# Encoder acoplado a una cinta transportadora



## quacua (Abr 6, 2010)

Hi everybody,

Os comento la situacion me he estado leyendo el manual de Siemens S7 en concreto el apartado de contadores rapidos HSC y es un poco locura. Yo trabajo con una CPU 214, la cual puede programar como maximo solo Tres High-speed counters HSCO, HSC1 y HSC2.

Para HSC0 solo permite un modo 0 para el reloj.
Para HSC1 permite los 12 modos 
Modos (0,1,2)---> clock, puesta a 0 y arranque.
Modos (3,4,5)---> clock, direccion de sentido, puesta a 0 y arranque.
Modos (6,7,
	

	
	
		
		

		
			





---> Contaje adelante contaje atras, puesta a 0 y arranque
Modos (9,10,11)---> Reloj (Fase A), Reloj (Fase B), puesta a 0 y arranque.

Para HSC2 Trabaja con los mismos 12 modos que HSC1 pero con la pega de que las entradas y los bits tienen otra numeracion.

Me gustaria empezar a trabajar con él realizando simples programas por ejemplo:

Imaginaos una cinta transportadora q tiene un detector al inicio de la cinta y en mitad de la cinta a un lado hay un simple motor a todo ello anado dos pulsadores un marcha y un paro. Para hacertelo mas entendible os comento los pasos.

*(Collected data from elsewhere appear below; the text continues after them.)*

def _private(a: np.ndarray) -> bool:
    """True when ``a`` may be used (and changed) as a slab: a writeable array whose memory is an array read for
    it, or nibabel's copy-on-write memory map of an uncompressed file (``nib.load``'s default ``mmap=True`` maps
    with mode ``"c"``: writes stay private; a read-only map gives a read-only array, which is copied)."""
    if type(a) is not np.ndarray or not a.flags.writeable:
        return False
    base = a
    while isinstance(base, np.ndarray) and base.base is not None:
        base = base.base
    return isinstance(base, (np.ndarray, mmap.mmap))


def _load_volumes(paths: list[Path], *, allow_complex: bool, what: str):
    """Read the input files into one (X, Y, Z, n) float32 array; check grids."""
    imgs = [load_image(p, what=what) for p in paths]
    first = imgs[0]
    if len(paths) == 1:
        shape = first.shape
        if len(shape) > 4 and not all(s == 1 for s in shape[4:]):
            raise InputError(f"{paths[0]}: {len(shape)}D image {shape}; qmap reads a 4D series (x, y, z, volume)")
        if len(shape) < 4 or shape[3] < 2:
            raise InputError(
                f"{paths[0]}: is a single 3D volume {shape[:3]}; a series needs several volumes -- give one "
                f"4D file or several 3D files in order"
            )
        arrays = [image_data(first, paths[0], dtype=np.float32, allow_complex=allow_complex)]
        data = arrays[0].reshape(shape[:4])
        if data.ndim == 3:
            data = data[..., None]
    else:
        for p, img in zip(paths, imgs):
            shape = img.shape
            if len(shape) > 3 and not all(s == 1 for s in shape[3:]):
                raise InputError(
                    f"{p}: has shape {shape}; when several files are given each must be one 3D volume "
                    f"(or give a single 4D file)"
                )
            check_same_grid(first.shape, first.affine, shape, img.affine, ref_name=str(paths[0]), name=str(p))
        # one volume at a time into the series (no list of volumes and stacked copy: twice the series)
        data = None
        for v, (p, img) in enumerate(zip(paths, imgs)):
            # a single-slice 2D file (x, y) is one slice: (x, y, 1)
            vol = image_data(img, p, dtype=np.float32, allow_complex=allow_complex).reshape(_as_3d(img.shape))
            if data is None:  # volume after volume in memory, as a 4D NIfTI file holds them (each volume contiguous)
                data = np.empty(vol.shape + (len(paths),), vol.dtype, order="F")
            elif vol.dtype != data.dtype:  # a complex file after real ones: the series becomes complex
                data = data.astype(np.result_type(data, vol))
            data[..., v] = vol
            del vol
    assert data is not None, "at least one file was read"
    if data.ndim != 4:
        raise InputError(f"{paths[0]}: expected 3D volumes, got shape {data.shape}")
    return data, first


def _as_3d(shape) -> tuple:
    """Spatial shape (x, y, z) of one volume; a 2D image (x, y) is a single slice (x, y, 1)."""
    shape = tuple(shape)
    return shape[:3] if len(shape) >= 3 else shape[:2] + (1,) * (3 - len(shape))


def _sidecar_values(paths, sidecars, key, n, *, what: str):
    """Values of ``key`` from the sidecars: (n,) array, a scalar, or None when absent."""
    if len(paths) == 1:
        if key not in sidecars[0]:
            return None
        v = sidecars[0][key]
        return _as_numbers(v, key, paths[0])
    found = [key in sc for sc in sidecars]
    if not any(found):
        return None
    if not all(found):
        missing = [str(p) for p, f in zip(paths, found) if not f]
        raise InputError(
            f"{missing[0]}: sidecar lacks {key} while other files of the series have it; "
            f"add it, or give the values on the command line"
        )
    vals = []
    for p, sc in zip(paths, sidecars):
        arr = _as_numbers(sc[key], key, p)
        if arr.size != 1:
            raise InputError(f"{p}: sidecar {key} holds {arr.size} values for a single 3D volume; expected one "
                                 f"(give the values on the command line: they replace unusable sidecar values)")
        vals.append(float(arr[0]))
    return np.asarray(vals)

MARCHA----> Su funcionamiento seria el de activar el motor de la cinta.
PARO-----> Parar el proceso de la pequena estacion de trabajo.
DETECTOR-----> Una vez activada la cinta mediante el pulsador de marcha, el detector esperara la pieza para que el encoder empiece a realizar el contaje de pulsos. 
ENCODER---->Empezar a activarse cuando reciba la senal de que la pieza a sido detectada. Nota: Este encoder esta acoplado al eje del motor de la cinta transportadora.
SIMPLE MOTOR----> Cuando la pieza llegue a la altura del simple motor la cinta debera pararse (mediante los valores que haya prefijado al encoder).

OUTPUTS:
CINTA TRANSPORTADORA: Q0.0
SIMPLE MOTOR (SITUACION LATERAL CINTA): Q0.1

INPUTS:
MARCHA: I0.0
PARO: I0.1
DETECTOR INICAL: I0.3
ENCODER 
FASE A: I1.2 ? No estoy muy seguro Utilizaria el modo 9
FASE B: I1.3 ? No estoy muy seguro Utilizaria el modo 9

Bueno ahora bien: Que me recomendas para hacer una programacion entendible y curiosa: tema interrupciones, subrutinas, programa principal. ?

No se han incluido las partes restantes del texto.